Set down all the data again. Change nothing.

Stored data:
·····

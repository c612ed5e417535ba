import { memo, useCallback } from "react";
import type { FigureOptions } from "../../figures/figureSpec.ts";
import { localDecayFigure } from "../../figures/localDecayFigure.ts";
import { figureName } from "../page/figureNumbers.ts";
import type { CaseView } from "../session/caseView.ts";
import { FigureBlock } from "./FigureBlock.tsx";

/** The law seen station by station. */
export const LocalBody = memo(function LocalBody({ cases }: { cases: readonly CaseView[] }) {
  const build = useCallback((options: FigureOptions) => localDecayFigure(cases, options), [cases]);
  return (
    <FigureBlock
      name={figureName("decay", true)}
      title="Local exponent and compensated energy"
      widthMm={178}
      build={build}
      caption={caption}
    />
  );
});

const caption = (
  <>
    (<i>a</i>) Local exponent over each station and its two neighbours; line and shading: the exponent adopted
    and its 95 % interval over the window. (<i>b</i>) Energy over its law: a level of one where one law holds.
    Filled: inside the fit window. Bars: 95 %, the origin taken as known.
  </>
);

·····

[Result of this exercise]
repository c612ed5e417535ba
import { memo, useCallback } from "react";
import type { FigureOptions } from "../../figures/figureSpec.ts";
import { localDecayFigure } from "../../figures/localDecayFigure.ts";
import { figureName } from "../page/figureNumbers.ts";
import type { CaseView } from "../session/caseView.ts";
import { FigureBlock } from "./FigureBlock.tsx";

/** The law seen station by station. */
export const LocalBody = memo(function LocalBody({ cases }: { cases: readonly CaseView[] }) {
  const build = useCallback((options: FigureOptions) => localDecayFigure(cases, options), [cases]);
  return (
    <FigureBlock
      name={figureName("decay", true)}
      title="Local exponent and compensated energy"
      widthMm={178}
      build={build}
      caption={caption}
    />
  );
});

const caption = (
  <>
    (<i>a</i>) Local exponent over each station and its two neighbours; line and shading: the exponent adopted
    and its 95 % interval over the window. (<i>b</i>) Energy over its law: a level of one where one law holds.
    Filled: inside the fit window. Bars: 95 %, the origin taken as known.
  </>
);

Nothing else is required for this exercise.